Your SLO allows 0.1% failure. What do you do with that 0.1%?

That's your error budget — the amount of failure your system is allowed to have before breaching the SLO.


What it is#

Your SLO says — "system must be available 99.9% of the time over 30 days".

That 0.1% you're allowed to fail is your error budget.

30 days = 43,200 minutes
0.1% of 43,200 = 43.2 minutes of allowed downtime per month

That 43.2 minutes is your error budget. Spend it wisely.


Why it exists#

Two teams are always in tension:

Engineering — wants to move fast. Deploy new features, ship code, make changes. But every deployment risks downtime. Every change risks an incident. Each incident burns error budget.

Reliability — wants stability. Fewer changes, less risk, more uptime.

Without an error budget, this is a constant argument — "can we deploy or not?" It's subjective, political, and frustrating.

The error budget makes it objective. Both teams look at the same number. The number decides.

The error budget is the negotiation tool between speed and stability

It replaces opinion with math.


How it changes decisions#

Error budget remaining What it means Decision
80%+ remaining System is healthy, plenty of room Deploy freely, move fast
50% remaining Moderate caution Deploy but monitor closely
20% remaining Getting tight Only critical deployments
0% remaining SLO breached or about to be Freeze all deployments, focus only on stability

A real conversation with error budgets#

Without error budget: "Can we deploy the new feature today?" "I don't know, seems risky..." "But we really need to ship it" "Fine whatever" — nobody is happy, decision is based on nothing

With error budget: "Can we deploy the new feature today?" "We have 73% of our error budget remaining with 2 weeks left in the month — yes, deploy."

Or:

"Can we deploy the new feature today?" "We've burned 85% of our budget in the first week — no deployments until next month. We need to focus on stability."

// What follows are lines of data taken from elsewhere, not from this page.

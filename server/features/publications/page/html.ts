/** Markup that is safe to send; made by `html` alone. */
export class Html {
  readonly text: string;

  constructor(text: string) {
    this.text = text;
  }
}

type Piece = Html | string | number | null | readonly Piece[];

const entities: { readonly [character: string]: string } = {
  '&': '&amp;',
  '<': '&lt;',
  '>': '&gt;',
  '"': '&quot;',
  "'": '&#39;',
};

const escaped = (text: string) => text.replace(/[&<>"']/g, (character) => entities[character] ?? character);

function textOf(piece: Piece): string {
  if (piece === null) return '';
  if (piece instanceof Html) return piece.text;
  if (typeof piece === 'object') return piece.map(textOf).join('');
  return escaped(String(piece));
}

/** A template in which every value is escaped, unless it is markup made by the same function; null is nothing. */
export function html(strings: TemplateStringsArray, ...pieces: readonly Piece[]): Html {
  return new Html(strings.reduce((text, part, index) => text + textOf(pieces[index - 1] ?? null) + part));
}

/** Data for machines inside a page; it cannot end the element that holds it. */
export function jsonScript(type: string, value: unknown): Html {
  return new Html(`<script type="${type}">${JSON.stringify(value).replaceAll('<', '\\u003c')}</script>`);
}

Same question. One is a guess. One is a decision backed by data.


Error budget resets#

Error budgets reset at the start of every measurement window — typically every 30 days.

A good month with no incidents = full budget available next month → team can move fast. A bad month with multiple incidents = budget burned early → team slows down next month.

This creates a natural feedback loop

Teams that cause incidents lose their ability to deploy quickly the following month. It incentivises reliability without anyone having to enforce it manually.


The formula#

Error Budget = 100% - SLO target

For availability SLO of 99.9%:
Error Budget = 0.1% of time = 43.2 minutes per month

For availability SLO of 99.99%:
Error Budget = 0.01% of time = 4.32 minutes per month

The stricter your SLO, the smaller your error budget

99.99% availability sounds great for customers — but it leaves your engineering team only 4 minutes of downtime per month to work with. Every deployment becomes extremely risky. Choose your SLO carefully.